LipsNet++: Unifying Filter and Controller into a Policy Network

Xujie Song · Liangfa Chen · Tong Liu · Wenxuan Wang · Yinuo Wang · Shentao Qin · Yinsong Ma · Jingliang Duan · Shengbo Li

West Exhibition Hall B2-B3 #W-704
[ ] [ ] [ Project Page ]
Wed 16 Jul 11 a.m. PDT — 1:30 p.m. PDT

Abstract:

Deep reinforcement learning (RL) is effective for decision-making and control tasks like autonomous driving and embodied AI. However, RL policies often suffer from the action fluctuation problem in real-world applications, resulting in severe actuator wear, safety risk, and performance degradation. This paper identifies the two fundamental causes of action fluctuation: observation noise and policy non-smoothness. We propose LipsNet++, a novel policy network with Fourier filter layer and Lipschitz controller layer to separately address both causes. The filter layer incorporates a trainable filter matrix that automatically extracts important frequencies while suppressing noise frequencies in the observations. The controller layer introduces a Jacobian regularization technique to achieve a low Lipschitz constant, ensuring smooth fitting of a policy function. These two layers function analogously to the filter and controller in classical control theory, suggesting that filtering and control capabilities can be seamlessly integrated into a single policy network. Both simulated and real-world experiments demonstrate that LipsNet++ achieves the state-of-the-art noise robustness and action smoothness.

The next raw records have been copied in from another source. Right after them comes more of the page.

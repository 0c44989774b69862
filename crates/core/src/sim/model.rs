//! The chamber's physics: gas balance per species, pumps and their lines,
//! valves, gas loads and wall temperature.
//!
//! Each species i obeys V dp_i/dt = Q_i − S_i p_i, where Q_i collects every
//! source (outgassing, leaks, back-flow, vent and process inflow) and S_i
//! every sink (pumps through their lines, wall re-adsorption, the vent and
//! leak terms written as conductances). Over one sub-step both are held
//! constant and the equation is solved exactly,
//!
//! p(t+dt) = p·e^(−x) + (Q dt/V)·(1 − e^(−x))/x,   x = S dt/V,
//!
//! which is stable for any step and any stiffness, so the same code runs from
//! atmosphere to 1e-11 mbar.
//!
//! Numbers marked "from memory" or "common practice, no source" are typical
//! values for a small unbaked stainless-steel chamber, not measurements.

use crate::engine::constants::{K_B, N_A, molecular_mass};
use crate::engine::kinetics::mean_speed;
use crate::gas::GasTable;
use crate::units::{ATM_PA, ZERO_CELSIUS_K};

/// Molar gas constant R = k_B N_A, J/(mol·K).
pub const R_GAS: f64 = K_B * N_A;

/// Number of gas species the model tracks.
pub const N_SPECIES: usize = 5;

/// A gas species in the simulated chamber.
#[derive(Debug, Clone, Copy, PartialEq, Eq, Hash)]
pub enum Species {
    /// Atmospheric air (N2-like), from leaks, permeation and the vent.
    Air,
    /// Water vapour, desorbing from the walls.
    H2O,
    /// Argon, the process gas.
    Ar,
    /// Helium, the leak-test gas.
    He,
    /// Hydrogen, diffusing out of the steel.
    H2,
}

impl Species {
    /// Every species, in the order of [`Truth::partial_pa`](super::Truth::partial_pa).
    pub const ALL: [Species; N_SPECIES] = [
        Species::Air,
        Species::H2O,
        Species::Ar,
        Species::He,
        Species::H2,
    ];

    /// The species' id in the gas table (`air`, `H2O`, `Ar`, `He`, `H2`).
    pub fn id(self) -> &'static str {
        match self {
            Species::Air => "air",
            Species::H2O => "H2O",
            Species::Ar => "Ar",
            Species::He => "He",
            Species::H2 => "H2",
        }
    }

    /// Position in per-species arrays.
    pub fn index(self) -> usize {
        self as usize
    }

    /// Molar mass used when the gas table lacks the species, g/mol (the
    /// table's own values, repeated).
    fn fallback_molar_mass(self) -> f64 {
        match self {
            Species::Air => 28.96546,
            Species::H2O => 18.01528,
            Species::Ar => 39.948,
            Species::He => 4.002602,
            Species::H2 => 2.01588,
        }
    }
}

const AIR: usize = 0;
const H2O: usize = 1;
const AR: usize = 2;
const HE: usize = 3;
const H2: usize = 4;

/// Dynamic viscosity used for viscous conductance, Pa·s (air near 22 °C,
/// from memory; the same value is used for every species).
const VISCOSITY_PA_S: f64 = 1.8e-5;
/// Ratio below which flow through an orifice is choked (air, γ = 1.4:
/// (2/(γ+1))^(γ/(γ−1)) ≈ 0.528).
const CHOKED_RATIO: f64 = 0.528;

/// A round tube: diameter and length, m.
#[derive(Debug, Clone, Copy, PartialEq)]
pub struct Tube {
    /// Inner diameter, m.
    pub d_m: f64,
    /// Length, m.
    pub l_m: f64,
}

impl Tube {
    /// Conductance, m³/s, as the sum of the viscous (Poiseuille) and the
    /// molecular terms, a common interpolation across the transitional range:
    ///
    /// C = π d⁴ p̄/(128 η l) + (π d²/4)(v̄/4)/(1 + 3l/(4d)).
    ///
    /// The molecular term is the orifice conductance times an approximate
    /// transmission probability 1/(1 + 3l/(4d)) (common practice, no source).
    pub fn conductance(self, p_mean_pa: f64, mean_speed_m_s: f64) -> f64 {
        let d = self.d_m;
        let l = self.l_m.max(1e-6);
        let visc =
            std::f64::consts::PI * d.powi(4) * p_mean_pa.max(0.0) / (128.0 * VISCOSITY_PA_S * l);
        let area = std::f64::consts::PI * d * d / 4.0;
        let mol = area * mean_speed_m_s / 4.0 / (1.0 + 3.0 * l / (4.0 * d));
        visc + mol
    }
}

/// Series combination 1/S = 1/a + 1/b, zero when either is zero.
fn series(a: f64, b: f64) -> f64 {
    if a <= 0.0 || b <= 0.0 {
        0.0
    } else {
        a * b / (a + b)
    }
}

/// A virtual leak: a trapped volume draining through a small conductance.
#[derive(Debug, Clone, Copy, PartialEq)]
pub struct VirtualLeak {
    /// Trapped volume, m³.
    pub volume_m3: f64,
    /// Molecular conductance for air at the reference temperature, m³/s.
    pub conductance_air_m3_s: f64,
}

/// Fixed properties of the chamber, its pumps and its loads.
#[derive(Debug, Clone, PartialEq)]
pub struct Plant {
    /// Chamber volume, m³.
    pub volume_m3: f64,
    /// Inner surface, m².
    pub area_m2: f64,
    /// Room temperature, K.
    pub ambient_k: f64,
    /// Molar masses, g/mol, per species (from the gas table).
    pub molar_mass: [f64; N_SPECIES],

    /// Roughing pump nominal speed, m³/s.
    pub rough_speed_m3_s: f64,
    /// Roughing pump ultimate pressure, Pa.
    pub rough_ultimate_pa: f64,
    /// Line between chamber and roughing pump.
    pub rough_line: Tube,

    /// High-vacuum pump nominal speed for N2, m³/s.
    pub turbo_speed_m3_s: f64,
    /// Relative high-vacuum pump speed per species.
    pub turbo_factor: [f64; N_SPECIES],
    /// Inlet pressure above which the high-vacuum pump's speed falls, Pa.
    pub turbo_knee_pa: f64,
    /// Time for the rotor to reach full speed, s.
    pub turbo_spin_up_s: f64,
    /// Time constant of the rotor coasting down, s.
    pub turbo_coast_s: f64,
    /// Gate valve and spool between chamber and high-vacuum pump.
    pub gate_line: Tube,
    /// The gate valve opens only below this chamber pressure, Pa.
    pub crossover_pa: f64,

    /// Vent inflow when choked, Pa·m³/s.
    pub vent_choked_pa_m3_s: f64,
    /// Mole fractions of the vent gas per species.
    pub vent_gas: [f64; N_SPECIES],

    /// Real leak throughput of air from atmosphere into vacuum, Pa·m³/s.
    pub leak_pa_m3_s: f64,
    /// Permeation of air through elastomer seals at `ambient_k`, Pa·m³/s.
    pub permeation_pa_m3_s: f64,
    /// Activation energy of permeation through the seals, J/mol.
    pub permeation_activation_j_mol: f64,
    /// Trapped volume behind a small gap, if any.
    pub virtual_leak: Option<VirtualLeak>,

    /// Water on the walls: amount per unit of ln τ, Pa·m³ (at the reference
    /// temperature). With a log-uniform spread of residence times this gives
    /// the outgassing rate Q(t) = n/t.
    pub water_per_ln_tau_pa_m3: f64,
    /// Residence times at `ambient_k` of the water site classes, s.
    pub water_tau_s: Vec<f64>,
    /// Desorption attempt time τ₀ in τ = τ₀ exp(E/(R T)), s.
    pub water_tau0_s: f64,
    /// Effective sticking probability of water re-adsorbing on the walls.
    pub water_sticking: f64,

    /// Hydrogen outgassing from the steel at `ambient_k`, Pa·m³/s.
    pub h2_pa_m3_s: f64,
    /// Activation energy of hydrogen diffusion in steel, J/mol.
    pub h2_activation_j_mol: f64,
    /// Rate at which a bake at `h2_deplete_at_k` depletes the near-surface
    /// hydrogen, 1/s.
    pub h2_deplete_per_s: f64,
    /// Temperature for `h2_deplete_per_s`, K.
    pub h2_deplete_at_k: f64,

    /// Process-gas flow controller full scale, Pa·m³/s.
    pub mfc_max_pa_m3_s: f64,
    /// Flow controller response time, s.
    pub mfc_tau_s: f64,
    /// Pressure controller integral time, s.
    pub pressure_loop_tau_s: f64,

    /// Wall heating time constant toward the heater's setpoint, s.
    pub heat_tau_s: f64,
    /// Wall cooling time constant toward room temperature, s.
    pub cool_tau_s: f64,
}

The code and videos are publicly available at https://xjsong99.github.io/LipsNet_v2.

Lay Summary:

Deep reinforcement learning (RL) systems used in autonomous vehicles and robots often produce unstable, jittery actions due to noisy sensor data and overly sensitive decision-making algorithms, causing accelerated hardware wear and safety risks. In response, we introduce LipsNet++, a unified policy architecture inspired by classical control theory that embeds an adaptive filtering stage—analogous to noise-canceling headphones removing spurious signals—and a Lipschitz smoothing stage—akin to shock absorbers damping abrupt motions. Experimental validation across simulated and physical platforms shows LipsNet++ substantially reduces action fluctuations compared to standard deep RL policies. By reducing action fluctuation, LipsNet++ enhances the robustness, reliability and lifespan of AI systems operating in complex, unpredictable environments.